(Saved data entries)

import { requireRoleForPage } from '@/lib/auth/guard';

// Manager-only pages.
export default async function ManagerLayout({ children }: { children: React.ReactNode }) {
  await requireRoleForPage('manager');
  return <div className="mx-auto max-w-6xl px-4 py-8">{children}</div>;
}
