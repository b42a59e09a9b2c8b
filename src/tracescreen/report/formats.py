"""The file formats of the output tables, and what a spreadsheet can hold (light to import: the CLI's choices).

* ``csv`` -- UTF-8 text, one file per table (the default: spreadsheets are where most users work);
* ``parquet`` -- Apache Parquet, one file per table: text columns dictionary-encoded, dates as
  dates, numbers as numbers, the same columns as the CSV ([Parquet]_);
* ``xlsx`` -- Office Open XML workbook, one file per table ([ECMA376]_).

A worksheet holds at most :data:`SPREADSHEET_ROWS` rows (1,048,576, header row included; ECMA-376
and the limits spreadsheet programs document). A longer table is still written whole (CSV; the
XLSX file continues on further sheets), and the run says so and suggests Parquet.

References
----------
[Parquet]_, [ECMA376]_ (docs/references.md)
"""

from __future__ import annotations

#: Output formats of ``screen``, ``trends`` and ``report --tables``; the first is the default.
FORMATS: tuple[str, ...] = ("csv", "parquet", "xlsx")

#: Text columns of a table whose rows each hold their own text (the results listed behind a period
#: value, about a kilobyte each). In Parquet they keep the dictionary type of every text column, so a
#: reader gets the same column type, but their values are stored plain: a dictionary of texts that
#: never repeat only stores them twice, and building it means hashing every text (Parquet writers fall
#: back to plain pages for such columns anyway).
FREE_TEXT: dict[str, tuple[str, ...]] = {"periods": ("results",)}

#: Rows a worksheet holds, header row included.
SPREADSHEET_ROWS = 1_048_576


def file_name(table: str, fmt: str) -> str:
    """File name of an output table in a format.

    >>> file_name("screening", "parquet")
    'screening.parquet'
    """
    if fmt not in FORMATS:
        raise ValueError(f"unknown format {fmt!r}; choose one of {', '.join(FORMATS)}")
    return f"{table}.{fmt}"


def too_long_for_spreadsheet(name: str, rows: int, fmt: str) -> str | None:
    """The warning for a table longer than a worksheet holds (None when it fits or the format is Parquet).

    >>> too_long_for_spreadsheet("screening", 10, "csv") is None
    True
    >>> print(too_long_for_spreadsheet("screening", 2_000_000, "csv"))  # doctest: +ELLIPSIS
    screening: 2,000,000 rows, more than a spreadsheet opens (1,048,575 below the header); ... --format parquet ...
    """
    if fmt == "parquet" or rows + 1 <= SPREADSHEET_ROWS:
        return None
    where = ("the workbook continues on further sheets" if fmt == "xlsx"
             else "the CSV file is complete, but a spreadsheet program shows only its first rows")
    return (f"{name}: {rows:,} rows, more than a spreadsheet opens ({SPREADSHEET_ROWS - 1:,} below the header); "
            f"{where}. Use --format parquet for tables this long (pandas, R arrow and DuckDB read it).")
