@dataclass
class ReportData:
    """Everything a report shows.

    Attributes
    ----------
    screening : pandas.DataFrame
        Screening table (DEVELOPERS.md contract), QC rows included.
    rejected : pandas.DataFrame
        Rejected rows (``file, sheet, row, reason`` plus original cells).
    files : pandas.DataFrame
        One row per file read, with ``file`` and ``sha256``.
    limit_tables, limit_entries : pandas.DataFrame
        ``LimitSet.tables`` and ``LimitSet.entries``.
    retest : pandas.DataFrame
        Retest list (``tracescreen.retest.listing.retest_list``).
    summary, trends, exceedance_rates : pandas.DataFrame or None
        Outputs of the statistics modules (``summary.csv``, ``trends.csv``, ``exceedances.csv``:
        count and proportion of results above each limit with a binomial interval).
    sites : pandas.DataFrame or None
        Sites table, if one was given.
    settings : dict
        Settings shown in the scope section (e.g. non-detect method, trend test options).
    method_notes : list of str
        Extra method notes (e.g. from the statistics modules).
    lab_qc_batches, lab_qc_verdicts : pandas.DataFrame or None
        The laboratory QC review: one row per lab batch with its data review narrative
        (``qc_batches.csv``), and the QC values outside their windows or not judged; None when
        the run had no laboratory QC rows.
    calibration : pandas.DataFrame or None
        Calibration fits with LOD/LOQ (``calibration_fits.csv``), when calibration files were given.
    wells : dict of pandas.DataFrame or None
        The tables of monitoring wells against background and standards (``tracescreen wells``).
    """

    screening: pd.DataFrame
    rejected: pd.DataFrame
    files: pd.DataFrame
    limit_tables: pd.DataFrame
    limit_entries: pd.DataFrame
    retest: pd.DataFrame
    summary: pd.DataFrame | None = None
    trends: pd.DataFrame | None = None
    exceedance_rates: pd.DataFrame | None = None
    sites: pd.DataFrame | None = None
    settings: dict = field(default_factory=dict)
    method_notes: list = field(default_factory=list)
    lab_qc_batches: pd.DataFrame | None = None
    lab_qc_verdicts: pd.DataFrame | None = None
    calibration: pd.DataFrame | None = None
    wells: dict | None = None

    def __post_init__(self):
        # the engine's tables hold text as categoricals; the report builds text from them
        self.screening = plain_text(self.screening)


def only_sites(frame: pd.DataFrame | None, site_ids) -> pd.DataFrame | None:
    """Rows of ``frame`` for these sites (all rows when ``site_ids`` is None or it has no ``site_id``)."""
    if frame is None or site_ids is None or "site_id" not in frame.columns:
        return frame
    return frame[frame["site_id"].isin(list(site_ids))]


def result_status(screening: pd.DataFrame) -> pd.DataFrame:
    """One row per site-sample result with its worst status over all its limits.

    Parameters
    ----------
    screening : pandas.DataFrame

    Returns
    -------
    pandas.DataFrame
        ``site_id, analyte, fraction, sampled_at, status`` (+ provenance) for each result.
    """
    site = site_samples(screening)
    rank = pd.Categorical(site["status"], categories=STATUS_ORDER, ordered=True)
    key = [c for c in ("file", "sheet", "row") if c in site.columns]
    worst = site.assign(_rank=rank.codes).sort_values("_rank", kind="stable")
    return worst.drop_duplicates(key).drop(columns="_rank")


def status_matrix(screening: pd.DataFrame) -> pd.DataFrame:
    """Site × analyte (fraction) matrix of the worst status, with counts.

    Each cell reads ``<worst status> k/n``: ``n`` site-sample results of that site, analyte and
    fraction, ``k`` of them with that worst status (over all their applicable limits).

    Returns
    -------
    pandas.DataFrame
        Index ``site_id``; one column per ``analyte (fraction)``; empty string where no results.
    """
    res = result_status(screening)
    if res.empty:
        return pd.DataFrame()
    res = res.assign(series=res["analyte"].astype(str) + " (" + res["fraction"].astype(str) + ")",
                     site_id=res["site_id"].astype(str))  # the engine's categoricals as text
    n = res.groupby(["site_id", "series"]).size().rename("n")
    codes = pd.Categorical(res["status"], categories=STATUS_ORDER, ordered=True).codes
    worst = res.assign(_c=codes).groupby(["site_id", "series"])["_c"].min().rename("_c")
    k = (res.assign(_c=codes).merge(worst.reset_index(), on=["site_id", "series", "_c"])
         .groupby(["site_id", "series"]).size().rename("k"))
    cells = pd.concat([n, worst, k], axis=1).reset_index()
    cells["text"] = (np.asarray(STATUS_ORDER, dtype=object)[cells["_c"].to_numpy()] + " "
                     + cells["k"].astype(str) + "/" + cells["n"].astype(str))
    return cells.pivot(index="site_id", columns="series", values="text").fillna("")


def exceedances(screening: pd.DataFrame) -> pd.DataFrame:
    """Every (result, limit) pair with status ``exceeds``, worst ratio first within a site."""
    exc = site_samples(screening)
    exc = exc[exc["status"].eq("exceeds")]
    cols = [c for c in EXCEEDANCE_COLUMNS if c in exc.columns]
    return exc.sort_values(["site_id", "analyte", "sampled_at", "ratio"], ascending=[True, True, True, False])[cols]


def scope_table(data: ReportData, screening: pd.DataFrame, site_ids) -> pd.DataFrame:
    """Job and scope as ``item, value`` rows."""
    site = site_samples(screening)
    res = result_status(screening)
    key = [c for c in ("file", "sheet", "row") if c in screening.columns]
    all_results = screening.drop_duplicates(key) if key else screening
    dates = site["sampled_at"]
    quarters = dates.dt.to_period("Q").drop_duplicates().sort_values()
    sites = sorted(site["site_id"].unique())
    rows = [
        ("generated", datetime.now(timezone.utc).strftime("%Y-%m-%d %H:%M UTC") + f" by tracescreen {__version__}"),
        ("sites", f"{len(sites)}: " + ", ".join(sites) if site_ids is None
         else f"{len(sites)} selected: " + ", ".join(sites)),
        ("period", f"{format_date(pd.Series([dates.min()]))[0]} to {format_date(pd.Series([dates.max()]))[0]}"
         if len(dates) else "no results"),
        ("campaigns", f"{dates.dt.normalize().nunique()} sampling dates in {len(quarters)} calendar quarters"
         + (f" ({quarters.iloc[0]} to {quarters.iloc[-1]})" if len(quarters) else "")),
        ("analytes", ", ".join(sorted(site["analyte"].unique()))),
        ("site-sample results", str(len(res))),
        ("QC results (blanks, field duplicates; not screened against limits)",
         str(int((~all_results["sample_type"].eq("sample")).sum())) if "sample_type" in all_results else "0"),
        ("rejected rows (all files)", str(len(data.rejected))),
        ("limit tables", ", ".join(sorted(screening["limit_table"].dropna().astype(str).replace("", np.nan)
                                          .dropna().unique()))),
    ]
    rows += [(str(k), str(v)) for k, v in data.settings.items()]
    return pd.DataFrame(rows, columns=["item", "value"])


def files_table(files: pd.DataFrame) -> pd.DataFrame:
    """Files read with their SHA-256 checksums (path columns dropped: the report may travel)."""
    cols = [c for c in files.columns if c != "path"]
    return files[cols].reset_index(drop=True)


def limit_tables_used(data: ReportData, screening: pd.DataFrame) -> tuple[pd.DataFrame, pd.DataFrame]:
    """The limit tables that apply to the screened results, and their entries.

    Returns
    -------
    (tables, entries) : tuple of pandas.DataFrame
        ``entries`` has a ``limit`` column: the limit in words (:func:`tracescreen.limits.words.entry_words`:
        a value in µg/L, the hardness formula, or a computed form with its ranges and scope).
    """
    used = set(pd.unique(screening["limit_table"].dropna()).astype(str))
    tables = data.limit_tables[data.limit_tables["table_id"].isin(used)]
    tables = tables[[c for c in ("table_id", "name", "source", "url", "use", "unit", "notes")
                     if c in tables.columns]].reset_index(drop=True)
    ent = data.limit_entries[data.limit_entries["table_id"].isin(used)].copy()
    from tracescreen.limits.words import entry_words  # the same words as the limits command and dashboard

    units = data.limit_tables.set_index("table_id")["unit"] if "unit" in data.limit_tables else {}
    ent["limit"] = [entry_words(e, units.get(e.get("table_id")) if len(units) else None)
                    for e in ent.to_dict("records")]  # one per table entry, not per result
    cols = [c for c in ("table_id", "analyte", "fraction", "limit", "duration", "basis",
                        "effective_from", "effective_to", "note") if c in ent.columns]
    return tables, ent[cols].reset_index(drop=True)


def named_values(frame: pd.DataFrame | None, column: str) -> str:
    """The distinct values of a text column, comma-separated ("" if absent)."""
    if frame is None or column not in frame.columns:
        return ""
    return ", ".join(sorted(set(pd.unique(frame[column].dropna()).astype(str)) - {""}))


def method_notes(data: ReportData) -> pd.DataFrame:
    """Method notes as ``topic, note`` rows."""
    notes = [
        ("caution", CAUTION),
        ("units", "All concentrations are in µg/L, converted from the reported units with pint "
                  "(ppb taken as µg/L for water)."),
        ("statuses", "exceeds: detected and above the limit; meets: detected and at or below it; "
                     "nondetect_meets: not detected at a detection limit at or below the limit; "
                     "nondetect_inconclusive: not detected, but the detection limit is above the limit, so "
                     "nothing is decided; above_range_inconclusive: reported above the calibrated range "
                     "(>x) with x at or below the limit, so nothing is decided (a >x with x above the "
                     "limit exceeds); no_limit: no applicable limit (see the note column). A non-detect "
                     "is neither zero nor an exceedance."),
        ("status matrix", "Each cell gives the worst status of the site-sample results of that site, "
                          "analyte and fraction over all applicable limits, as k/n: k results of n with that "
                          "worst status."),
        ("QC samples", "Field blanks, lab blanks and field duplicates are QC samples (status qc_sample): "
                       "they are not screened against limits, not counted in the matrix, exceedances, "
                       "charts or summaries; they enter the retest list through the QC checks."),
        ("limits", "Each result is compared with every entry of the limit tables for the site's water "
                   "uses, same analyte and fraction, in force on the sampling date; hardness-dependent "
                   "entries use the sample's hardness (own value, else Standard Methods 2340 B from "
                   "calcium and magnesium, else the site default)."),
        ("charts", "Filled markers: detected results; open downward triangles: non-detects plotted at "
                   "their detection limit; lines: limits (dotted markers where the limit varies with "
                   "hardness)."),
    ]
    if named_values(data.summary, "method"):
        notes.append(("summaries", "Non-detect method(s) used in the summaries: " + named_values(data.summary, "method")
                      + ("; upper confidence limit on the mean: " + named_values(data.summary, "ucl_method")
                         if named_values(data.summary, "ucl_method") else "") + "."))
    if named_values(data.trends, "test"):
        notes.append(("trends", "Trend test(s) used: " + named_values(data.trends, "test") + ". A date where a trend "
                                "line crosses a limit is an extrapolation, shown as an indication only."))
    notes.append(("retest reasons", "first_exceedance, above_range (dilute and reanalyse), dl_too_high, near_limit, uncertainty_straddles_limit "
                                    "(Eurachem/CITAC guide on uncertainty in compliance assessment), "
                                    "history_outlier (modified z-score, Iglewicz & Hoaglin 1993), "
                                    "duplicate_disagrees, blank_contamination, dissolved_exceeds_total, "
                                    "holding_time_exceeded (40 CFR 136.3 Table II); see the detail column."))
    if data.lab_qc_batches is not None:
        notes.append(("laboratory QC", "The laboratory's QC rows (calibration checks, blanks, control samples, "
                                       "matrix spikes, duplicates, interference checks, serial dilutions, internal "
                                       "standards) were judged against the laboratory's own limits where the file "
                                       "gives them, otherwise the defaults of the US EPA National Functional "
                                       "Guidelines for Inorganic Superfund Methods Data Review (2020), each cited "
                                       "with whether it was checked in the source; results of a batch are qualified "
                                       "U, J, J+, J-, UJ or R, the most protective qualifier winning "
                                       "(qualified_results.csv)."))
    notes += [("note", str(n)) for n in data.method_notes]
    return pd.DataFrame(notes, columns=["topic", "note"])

What is being asked ▸ Starting at the line above that holds "them, otherwise the" and ending at the line that holds "n in data.method_notes]", transcribe each line exactly and include no other lines.

Answer to the problem ▸
                                       "gives them, otherwise the defaults of the US EPA National Functional "
                                       "Guidelines for Inorganic Superfund Methods Data Review (2020), each cited "
                                       "with whether it was checked in the source; results of a batch are qualified "
                                       "U, J, J+, J-, UJ or R, the most protective qualifier winning "
                                       "(qualified_results.csv)."))
    notes += [("note", str(n)) for n in data.method_notes]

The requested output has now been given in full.